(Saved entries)

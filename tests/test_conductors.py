"""Copper conductor helpers against the handbooks and standards they come from."""

from __future__ import annotations

import itertools
import math

import pytest

from reviewer.engineering.conductors import (
    ADIABATIC_LIMIT_S,
    FAA_11_9,
    NEC_310_16,
    adiabatic_k,
    ambient_factor,
    awg_area,
    awg_diameter_mm,
    awg_for_area,
    awg_label,
    bundling_factor,
    conductor_resistance,
    conductor_temperature,
    copper_k,
    datasheet_ampacity,
    minimum_area,
    parse_awg,
    table_ampacity,
    tabulated_ampacity,
    thin_wire_ampacity_bound,
    voltage_drop,
    withstand_i2t,
    withstand_time,
)

# AWG, diameter mm, area mm^2 (D, ASTM B258 formula), ohm/km at 20 degC (C, CRC handbook table).
AWG_TABLE = [
    (8, 3.264, 8.366, 2.061),
    (10, 2.588, 5.261, 3.277),
    (12, 2.053, 3.309, 5.211),
    (14, 1.628, 2.081, 8.286),
    (16, 1.291, 1.309, 13.17),
    (18, 1.024, 0.823, 20.95),
    (20, 0.812, 0.518, 33.31),
    (22, 0.644, 0.326, 52.96),
]


@pytest.mark.parametrize(("awg", "diameter", "area", "ohm_per_km"), AWG_TABLE)
def test_awg_geometry_and_resistance(awg, diameter, area, ohm_per_km):
    assert awg_diameter_mm(awg) == pytest.approx(diameter, rel=0.005)  # ASTM B258
    assert awg_area(awg) == pytest.approx(area, rel=0.005)  # ASTM B258
    assert awg_area(f"{awg} AWG") == pytest.approx(area, rel=0.005)  # ASTM B258
    resistance = conductor_resistance(awg_area(awg), 1000.0)
    assert resistance == pytest.approx(ohm_per_km, rel=0.005)  # CRC handbook table


def test_awg_series_end_points():
    # ASTM B258: the series runs from 36 AWG = 0.005 in to 4/0 AWG = 0.4600 in.
    assert awg_diameter_mm(36) == pytest.approx(0.005 * 25.4, rel=1e-9)
    assert awg_diameter_mm(parse_awg("4/0 AWG")) == pytest.approx(0.46 * 25.4, rel=1e-9)


@pytest.mark.parametrize(
    ("text", "n", "label"),
    [
        ("12 AWG", 12, "12 AWG"),
        ("1/0 AWG", 0, "1/0 AWG"),
        ("2/0", -1, "2/0 AWG"),
        ("4/0", -3, "4/0 AWG"),
    ],
)
def test_awg_names_round_trip(text, n, label):
    # ASTM B258 numbering: m/0 is gauge 1 - m.
    assert parse_awg(text) == n
    assert awg_label(n) == label
    assert parse_awg(awg_label(n)) == n


@pytest.mark.parametrize("text", ["5/0 AWG", "41 AWG", "twelve", "12 mm2"])
def test_awg_rejects_non_sizes(text):
    with pytest.raises(ValueError):
        parse_awg(text)


def test_copper_temperature_coefficient():
    # IEC 60028: alpha = 0.00393 /K at 20 degC, so 75 degC is 1 + 0.00393 x 55 times R20.
    ratio = conductor_resistance(1.0, 1.0, 75.0) / conductor_resistance(1.0, 1.0, 20.0)
    assert ratio == pytest.approx(1 + 0.00393 * 55, rel=0.001)


@pytest.mark.parametrize(
    ("area", "awg"),
    [(4.0, 12), (2.5, 14), (6.0, 10), (10.0, 8), (1.5, 16), (3.3, 12), (3.2, 13)],
)
def test_metric_sizes_read_as_the_heaviest_awg_not_above_them(area, awg):
    # ASTM B258 areas: 12 AWG 3.309, 11 AWG 4.17, 13 AWG 2.62, 9 AWG 6.63 mm^2.
    assert awg_for_area(area) == awg
    assert awg_area(awg) <= area * 1.005


# --- adiabatic withstand -------------------------------------------------------------------


@pytest.mark.parametrize(
    ("insulation", "k", "initial", "final"),
    [
        ("pvc", 115, 70, 160),
        ("pvc-90", 100, 90, 160),
        ("rubber", 141, 60, 200),
        ("xlpe", 143, 90, 250),
        ("silicone", 132, 180, 350),
    ],
)
def test_k_by_insulation_and_general_formula(insulation, k, initial, final):
    # IEC 60364-4-43 clause 434.5.2 / IEC 60364-5-54 Annex A: tabulated k for copper, and the
    # general formula reproduces each from its temperatures.
    assert adiabatic_k(insulation) == k
    assert copper_k(initial, final) == pytest.approx(k, rel=0.01)


def test_silicone_k_from_the_general_formula():
    # IEC 60364-4-43 general form, silicone 180 -> 350 degC: about 132.
    assert copper_k(180, 350) == pytest.approx(132, abs=1)


def test_ptfe_k_uses_stated_temperatures():
    # from memory: PTFE wire 200 degC continuous, final kept below its 327 degC melt (300 degC).
    assert adiabatic_k("ptfe") == pytest.approx(copper_k(200, 300))
    assert 100 < adiabatic_k("ptfe") < 106


def test_hotter_rating_lowers_k():
    # IEC 60364-4-43 table: PVC run at 90 degC has k = 100, not the 70 degC PVC's 115.
    assert adiabatic_k("pvc", 90) == pytest.approx(100, rel=0.01)
    assert adiabatic_k("pvc", 60) == 115


def test_minimum_area_check_value():
    # Domain brief (D from IEC 60364-4-43 434.5.2): 2500 A for 0.1 s with PVC needs 6.87 mm^2.
    assert minimum_area(2500, 0.1, 115) == pytest.approx(6.87, abs=0.005)


def test_withstand_energy_check_value():
    # Domain brief (D from IEC 60364-4-43 434.5.2): 10 AWG PVC withstands 3.66e5 A^2 s.
    assert withstand_i2t(115, awg_area(10)) == pytest.approx(3.66e5, rel=0.005)
    # the same energy over 1000 A lasts 0.366 s; valid below the 5 s adiabatic limit
    assert withstand_time(115, awg_area(10), 1000) == pytest.approx(0.366, rel=0.005)
    assert ADIABATIC_LIMIT_S == 5.0


# --- ampacity ------------------------------------------------------------------------------

NEC_ENTRIES = [  # NEC Table 310.16, copper, 60/75/90 degC columns
    (14, (15, 20, 25)),
    (12, (20, 25, 30)),
    (10, (30, 35, 40)),
    (8, (40, 50, 55)),
]
FAA_ENTRIES = [  # FAA AC 43.13-1B Table 11-9, 105/150/200 degC wire, bundled, 70 degC ambient
    (18, (6, 9, 12)),
    (16, (7, 11, 14)),
    (14, (10, 14, 18)),
    (12, (13, 19, 25)),
    (10, (17, 26, 32)),
]


@pytest.mark.parametrize(("awg", "amps"), NEC_ENTRIES)
def test_nec_310_16_entries(awg, amps):
    # NEC Table 310.16 at its own 30 degC ambient and up to three conductors.
    for rating, expected in zip((60, 75, 90), amps, strict=True):
        found = table_ampacity(NEC_310_16, awg, rating, 30.0)
        assert found is not None
        assert found.current == pytest.approx(expected)
        assert found.column_c == rating


@pytest.mark.parametrize(("awg", "amps"), FAA_ENTRIES)
def test_faa_11_9_entries(awg, amps):
    # FAA AC 43.13-1B Table 11-9 at its own 70 degC ambient; already for bundles.
    for rating, expected in zip((105, 150, 200), amps, strict=True):
        found = table_ampacity(FAA_11_9, awg, rating, 70.0, loaded_conductors=12)
        assert found is not None
        assert found.current == pytest.approx(expected)
        assert found.bundling_factor == 1.0


def test_column_at_or_below_the_rating():
    # NEC Table 310.16: a wire rated 80 degC is read in the 75 degC column (12 AWG: 25 A).
    found = table_ampacity(NEC_310_16, 12, 80.0, 30.0)
    assert found is not None and found.current == 25
    # below the lowest column, and outside the rows, there is no tabulated figure
    assert table_ampacity(NEC_310_16, 12, 55.0, 30.0) is None
    assert tabulated_ampacity(20, 200.0, 30.0) is None  # thinner than both tables
    assert tabulated_ampacity(6, 90.0, 30.0) is None  # heavier than both tables


def test_odd_size_takes_the_lighter_row():
    # 11 AWG is between the NEC 12 and 10 AWG rows: read as 12 AWG (20/25/30 A).
    found = table_ampacity(NEC_310_16, 11, 90.0, 30.0)
    assert found is not None and found.current == 30 and found.row_awg == 12


def test_nec_ambient_correction():
    # NEC 310.15(B) correction table: 90 degC wire at 40 degC ambient, 0.91.
    assert ambient_factor(90, 40, 30) == pytest.approx(0.91, abs=0.005)
    # from memory, same table row (36-40 degC): 75 degC column 0.88, 60 degC column 0.82.
    assert ambient_factor(75, 40, 30) == pytest.approx(0.88, abs=0.005)
    assert ambient_factor(60, 40, 30) == pytest.approx(0.82, abs=0.005)
    assert ambient_factor(90, 95, 30) == 0.0  # no ampacity once ambient passes the rating


@pytest.mark.parametrize(
    ("count", "factor"),
    [(1, 1.0), (3, 1.0), (4, 0.80), (6, 0.80), (7, 0.70), (9, 0.70), (10, 0.50), (20, 0.50)],
)
def test_nec_bundling_factors(count, factor):
    # NEC 310.15(C)(1): more than three current-carrying conductors.
    assert bundling_factor(count) == factor


def test_corrections_multiply_the_table_figure():
    # NEC 310.16 12 AWG 90 degC 30 A, x0.91 at 40 degC (310.15(B)), x0.80 for 5 conductors.
    found = table_ampacity(NEC_310_16, 12, 90.0, 40.0, loaded_conductors=5)
    assert found is not None
    assert found.current == pytest.approx(30 * math.sqrt(50 / 60) * 0.80)
    assert found.current == pytest.approx(30 * 0.91 * 0.80, rel=0.005)


def test_higher_basis_of_the_two_tables():
    # 12 AWG rated 200 degC at 70 degC: FAA 11-9 gives 25 A; NEC 310.16's 90 degC column
    # gives 30 x sqrt(20/60) = 17.3 A. The FAA figure applies.
    found = tabulated_ampacity(12, 200.0, 70.0)
    assert found is not None
    assert found.table == FAA_11_9.name and found.current == pytest.approx(25)
    # 16 AWG is only in the FAA table, and only from its 105 degC column up
    assert tabulated_ampacity(16, 90.0, 30.0) is None


@pytest.mark.parametrize("table", [NEC_310_16, FAA_11_9])
def test_every_column_rises_with_size(table):
    # NEC Table 310.16 and FAA AC 43.13-1B Table 11-9 (entries checked above): in each column
    # a heavier size carries more, which makes the smallest size a bound for thinner wires.
    thinnest_first = sorted(table.rows, reverse=True)  # AWG 14 -> 8, or 18 -> 10
    for column in range(len(table.columns_c)):
        amps = [table.rows[awg][column] for awg in thinnest_first]
        assert all(lighter < heavier for lighter, heavier in itertools.pairwise(amps))


def test_thin_wire_bound_is_the_smallest_tabulated_size():
    # NEC Table 310.16: 14 AWG, 60 degC column, 15 A; the column at or below a 70 degC rating.
    bound = thin_wire_ampacity_bound(22, 70.0, 30.0)
    assert bound is not None
    assert (bound.table, bound.row_awg, bound.column_c) == (NEC_310_16.name, 14, 60.0)
    assert bound.current == pytest.approx(15)
    # 16 AWG has an FAA 11-9 row but no column at or below 70 degC: the NEC bound applies
    bound = thin_wire_ampacity_bound(16, 70.0, 30.0)
    assert bound is not None and bound.row_awg == 14 and bound.current == pytest.approx(15)
    # NEC 310.15(C)(1): five loaded conductors x0.80
    bound = thin_wire_ampacity_bound(22, 70.0, 30.0, loaded_conductors=5)
    assert bound is not None and bound.current == pytest.approx(15 * 0.80)


def test_thin_wire_bound_takes_the_more_generous_table():
    # 22 AWG rated 200 degC at 30 degC: NEC 14 AWG 90 degC 25 A beats FAA 18 AWG 200 degC
    # 12 A x sqrt(170/130) = 13.7 A (NEC 310.15(B) form of the ambient correction).
    bound = thin_wire_ampacity_bound(22, 200.0, 30.0)
    assert bound is not None and bound.table == NEC_310_16.name
    assert bound.current == pytest.approx(25)
    # at 80 degC: NEC 25 x sqrt(10/60) = 10.2 A, FAA 12 x sqrt(120/130) = 11.5 A
    bound = thin_wire_ampacity_bound(22, 200.0, 80.0)
    assert bound is not None and bound.table == FAA_11_9.name and bound.row_awg == 18
    assert bound.current == pytest.approx(12 * math.sqrt(120 / 130))


def test_no_thin_wire_bound_without_a_column_or_a_thinner_size():
    # below NEC 310.16's 60 degC and FAA 11-9's 105 degC columns nothing bounds the wire
    assert thin_wire_ampacity_bound(22, 50.0, 30.0) is None
    # 12 AWG is not thinner than either table's smallest row (NEC 14, FAA 18 AWG)
    assert thin_wire_ampacity_bound(12, 90.0, 30.0) is None


def test_datasheet_ampacity_read_at_30_degc():
    # A datasheet figure is corrected like an NEC one (310.15(B), (C)(1)).
    found = datasheet_ampacity(40.0, 90.0, 40.0, loaded_conductors=4)
    assert found.current == pytest.approx(40 * 0.91 * 0.80, rel=0.005)
    assert found.table == "wire datasheet"


# --- voltage drop and running temperature ---------------------------------------------------


def test_faa_voltage_drop_example():
    # FAA AC 43.13-1B worked example: 10 AWG at 0.00126 ohm/ft, 39 ft, 20 A gives 0.98 V.
    feet = 0.3048
    drop = voltage_drop(20.0, 0.00126 / feet, 39 * feet)
    assert drop == pytest.approx(0.98, abs=0.005)


def test_running_temperature_estimate():
    # FAA AC 43.13-1B para 11-66: at its rated current a wire reaches its rating; at half the
    # current, a quarter of the rise.
    assert conductor_temperature(30.0, 90.0, 20.0, 20.0) == pytest.approx(90.0)
    assert conductor_temperature(30.0, 90.0, 10.0, 20.0) == pytest.approx(45.0)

# Task requirements
Return each line from the data where the string "True" can be found.

# Solution below
    for rating, expected in zip((60, 75, 90), amps, strict=True):
    for rating, expected in zip((105, 150, 200), amps, strict=True):
    thinnest_first = sorted(table.rows, reverse=True)  # AWG 14 -> 8, or 18 -> 10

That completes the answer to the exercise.